Homer Hickam: Albert moet maar huis
“Die
alligator eruit of ik eruit!”
Ziehier het
kernthema van “Albert moet naar huis” van de Amerikaanse schrijver Homer
Hickam. Deze voormalige NASA-ingenieur heeft al een indrukwekkende bibliografie
van Engelstalige boeken en is in de VS een bestsellerauteur.
Het
luchthartige en hier en daar licht filosofische verhaal “Albert moet naar huis”
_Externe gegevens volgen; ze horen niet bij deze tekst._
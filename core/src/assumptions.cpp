#include "tailwise/assumptions.h"

#include <cmath>

namespace tailwise {

namespace {
std::string show(double v)
{
    if (std::isnan(v))
        return "not a number";
    if (std::isinf(v))
        return v > 0 ? "infinity" : "-infinity";
    char buffer[64];
    std::snprintf(buffer, sizeof buffer, "%.10g", v);
    return buffer;
}
} // namespace

Status validate(const Assumptions &a)
{
    if (!(a.confidence > 0.0 && a.confidence < 1.0))
        return fieldError(ErrorKind::Assumption, "confidence",
                          "expected a level strictly between 0 and 1 (e.g. 0.99), found " + show(a.confidence));
    if (a.horizonDays < 1)
        return fieldError(ErrorKind::Assumption, "horizon",
                          "expected a whole number of trading days of at least 1, found " + std::to_string(a.horizonDays));
    if (a.horizonDays > 100000)
        return fieldError(ErrorKind::Assumption, "horizon", "expected at most 100000 trading days, found " + std::to_string(a.horizonDays));
    if (a.daysPerYear < 1 || a.daysPerYear > 366)
        return fieldError(ErrorKind::Assumption, "days-per-year",
                          "expected a whole number of trading days a year between 1 and 366, found " + std::to_string(a.daysPerYear));
    if (a.window && *a.window < 2)
        return fieldError(ErrorKind::Assumption, "window",
                          "expected at least 2 returns in the window, found " + std::to_string(*a.window));
    if (!(a.lambda > 0.0 && a.lambda < 1.0))
        return fieldError(ErrorKind::Assumption, "lambda",
                          "expected a decay strictly between 0 and 1 (e.g. 0.94), found " + show(a.lambda));
    if (a.dof.kind == DegreesOfFreedom::Kind::Given && !(a.dof.value > 2.0 && a.dof.value <= 1e6))
        return fieldError(ErrorKind::Assumption, "dof",
                          "expected degrees of freedom greater than 2 and at most 1000000 (the t variance is "
                          "infinite at 2 or below), or 'fit', found " + show(a.dof.value));
    if (a.simulations < 1000 || a.simulations > 10000000)
        return fieldError(ErrorKind::Assumption, "simulations",
                          "expected between 1000 and 10000000 draws, found " + std::to_string(a.simulations));
    return Done{};
}

std::string_view toName(ReturnType v) { return v == ReturnType::Simple ? "simple" : "log"; }
std::string_view toName(CovarianceEstimator v) { return v == CovarianceEstimator::Sample ? "sample" : "ewma"; }
std::string_view toName(MeanModel v) { return v == MeanModel::Zero ? "zero" : "sample"; }
std::string_view toName(RiskModel v)
{
    switch (v) {
    case RiskModel::Normal: return "normal";
    case RiskModel::StudentT: return "student-t";
    case RiskModel::CornishFisher: return "cornish-fisher";
    case RiskModel::Historical: return "historical";
    case RiskModel::MonteCarlo: return "monte-carlo";
    }
    return "normal";
}
std::string_view toName(HistoricalHorizon v) { return v == HistoricalHorizon::SquareRoot ? "sqrt" : "overlapping"; }

std::optional<ReturnType> parseReturnType(std::string_view n)
{
    if (n == "simple") return ReturnType::Simple;
    if (n == "log") return ReturnType::Log;
    return std::nullopt;
}
std::optional<CovarianceEstimator> parseEstimator(std::string_view n)
{
    if (n == "sample") return CovarianceEstimator::Sample;
    if (n == "ewma") return CovarianceEstimator::Ewma;
    return std::nullopt;
}
std::optional<MeanModel> parseMeanModel(std::string_view n)
{
    if (n == "zero") return MeanModel::Zero;
    if (n == "sample") return MeanModel::Sample;
    return std::nullopt;
}
std::optional<RiskModel> parseRiskModel(std::string_view n)
{
    if (n == "normal") return RiskModel::Normal;
    if (n == "student-t") return RiskModel::StudentT;
    if (n == "cornish-fisher") return RiskModel::CornishFisher;
    if (n == "historical") return RiskModel::Historical;
    if (n == "monte-carlo") return RiskModel::MonteCarlo;
    return std::nullopt;
}
std::optional<HistoricalHorizon> parseHistoricalHorizon(std::string_view n)
{
    if (n == "sqrt") return HistoricalHorizon::SquareRoot;
    if (n == "overlapping") return HistoricalHorizon::Overlapping;
    return std::nullopt;
}

double ewmaEffectiveDays(double lambda) { return 1.0 / (1.0 - lambda); }

} // namespace tailwise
zou gebaseerd zijn op een familielegende. De ouders van de schrijver, Homer
senior en Elsie Lavender, spelen de hoofdrol in het boek dat bol staat van
onderkoelde humor en absurde gebeurtenissen.
Homer en
Elsie leiden een relatief gelukkig leventje in Coalwood (West-Virginia). Zoals
een groot deel van de mannen in het stadje is Homer mijnwerker.
Zij hebben
bij hun huwelijk een alligatorbaby in een schoenendoos cadeau gekregen van de
danser Buddy Ebsen op wie Elsie vóór Homer een oogje had.
Kleine
alligators worden groot en hoewel Elsie gek is op het dier met de roepnaam
Albert, wil Homer deze in de badkamer wonende huisgenoot van inmiddels 1,20
meter kwijt. De echtelieden besluiten in het jaar 1935 Albert terug te brengen
naar Florida, zijn geboortestreek. Ze gaan op pad in een aftandse Buick met
Albert in een wasteil op de achterbank. Ook een naamloze haan behoort tot het vaste
gezelschap.
“Met Elsie”, zei Homer, “is niets
eenvoudig.”
De reis
vanuit West-Virginia voert hen langs diverse staten aan de oostkust van de VS. Onderweg
beleven de Hickams doldwaze avonturen en blijkt de eenvoudige mijnwerker Homer
onvermoede kwaliteiten te bezitten. In North Carolina nemen ze een befaamde
schrijver mee als lifter. Ze raken verzeild in een arbeidsconflict bij een
kousenfabriek, ontmoeten de dichter Carlos en diens minnares de moslima
Soufflé, komen terecht bij een honkbalclub en in een erfrechtelijke kwestie na
het overlijden van de steenrijke eigenaar van die club, vervolgens in een
smokkelaffaire, spelen als toevallige passanten een opmerkelijke rol in een film,
ontmoeten een andere bekende schrijver, raken met veel drama verzeild in een
orkaan, en eindigen bij Elsie’s rijke oom Aubrey op de fairway van een golfbaan
in Florida.
Vele
bloemrijke personages maken het verhaal tot een rijk geschakeerde vertelling
vol verrassingen en décorwisselingen. Ernst en luim wisselen elkaar af.
Hickam
junior heeft een vaardige pen. Zijn taalgebruik is onberispelijk en
toegankelijk waardoor het lezen van het boek ware ontspanning biedt. In het
boek zijn geen moeilijke zinnen, geen complexe woorden en evenmin lastige
metaforen te ontdekken. Het verhaal is een ontdekkingstocht door een deel van
de VS tijdens de Grote Depressie waarbij fictie en werkelijkheid op een speelse
manier elkaar afwisselen.
“Albert moet
naar huis” heeft geen hoog literair gehalte en pretendeert dat ook geenszins.
Het wordt
aangeprezen als een boek dat de liefhebber van "De 100-jarige die uit het
raam klom en verdween” van Jonas Jonasson zal bekoren. Die verwachting wordt zeker
waargemaakt. Weliswaar schrijft Jonasson met meer humor en waar mogelijk nog
absurdistischer maar Hickam blaast zijn deuntje in dit genre goed mee.
De eerste
twee, in kapitalen gedrukte zinnen op de achterflap van het boek geven de te
verwachten sfeer goed aan:
Homer houdt van Elsie, Elsie houdt van
Albert. Het is een klassieke driehoeksverhouding, alleen is Albert een
alligator…
“Albert moet
naar huis” staat borg voor een flink aantal ontspannende leesuren, en verdient
in zijn bijzondere genre vier sterren.
Eén puntje
van kritiek: de letters waarin het boek is gedrukt, zijn aan de kleine kant
waardoor het lezen enige inspanning vergt. De gebruikte ruime regelafstand
maakt veel goed maar de letters hadden iets groter mogen zijn.